▶ _Collected data entries_:

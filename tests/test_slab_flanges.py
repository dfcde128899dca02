"""Slabs that act as flanges of beams: what is found, what counts, and what never does."""

from __future__ import annotations

import re
from collections.abc import Sequence
from dataclasses import replace
from pathlib import Path
from typing import Any

import numpy as np
import pytest
from shapely import LineString, Polygon

from ifccheck.beam import Axis, Beam, Box, Flange, Member, Outline, Run, ShearLoss, Slab
from ifccheck.frame.flanges import LOWER_HALF, NO_MEETING, Meeting, Slabs
from ifccheck.frame.net_outlines import with_flanges
from ifccheck.frame.reaches import Reach, Side, bridged, reaches, spread
from ifccheck.frame.slab_flanges import NOT_BESIDE, Asked, counted
from ifccheck.mechanics.overhangs import overhangs
from ifccheck.rating.assembly import frame_of
from tests.made_subjects import CASES, line, rated, subject
from tests.models import (
    BEARINGS,
    MadeBeam,
    MadeSlab,
    Setting,
    answers,
    brief,
    load,
    model,
    rate_model,
    rectangle,
    state,
    tee,
)

LENGTH, WIDTH, DEPTH = 6000.0, 300.0, 600.0


def made_beam(key: str = "B", y: float = 0.0, step: int = 1, **changes: Any) -> Beam:
    """A beam 300 x 600 along X, its soffit at level 0, its middle at y."""
    beam = replace(subject(key).beam, step_id=step, name=key)
    axis = Axis((0.0, y, 0.0), (1.0, 0.0, 0.0), (0.0, 1.0, 0.0), (0.0, 0.0, 1.0), LENGTH)
    return replace(beam, axis=axis, **changes)


def member_of(beam: Beam, ifc_class: str = "IfcBeam") -> Member:
    assert beam.axis is not None
    x, y, z = beam.axis.origin
    box = Box((x + LENGTH / 2, y, z + DEPTH / 2), (beam.axis.x, beam.axis.y, beam.axis.z),
              (LENGTH / 2, WIDTH / 2, DEPTH / 2))  # fmt: skip
    return Member(beam.step_id, beam.guid, ifc_class, beam.name, "Level 1", box)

▶ _Problem to work on_: Which lines in the data hold the string "WIDTH"? Copy each of them.

▶ _Task solution_:
LENGTH, WIDTH, DEPTH = 6000.0, 300.0, 600.0
              (LENGTH / 2, WIDTH / 2, DEPTH / 2))  # fmt: skip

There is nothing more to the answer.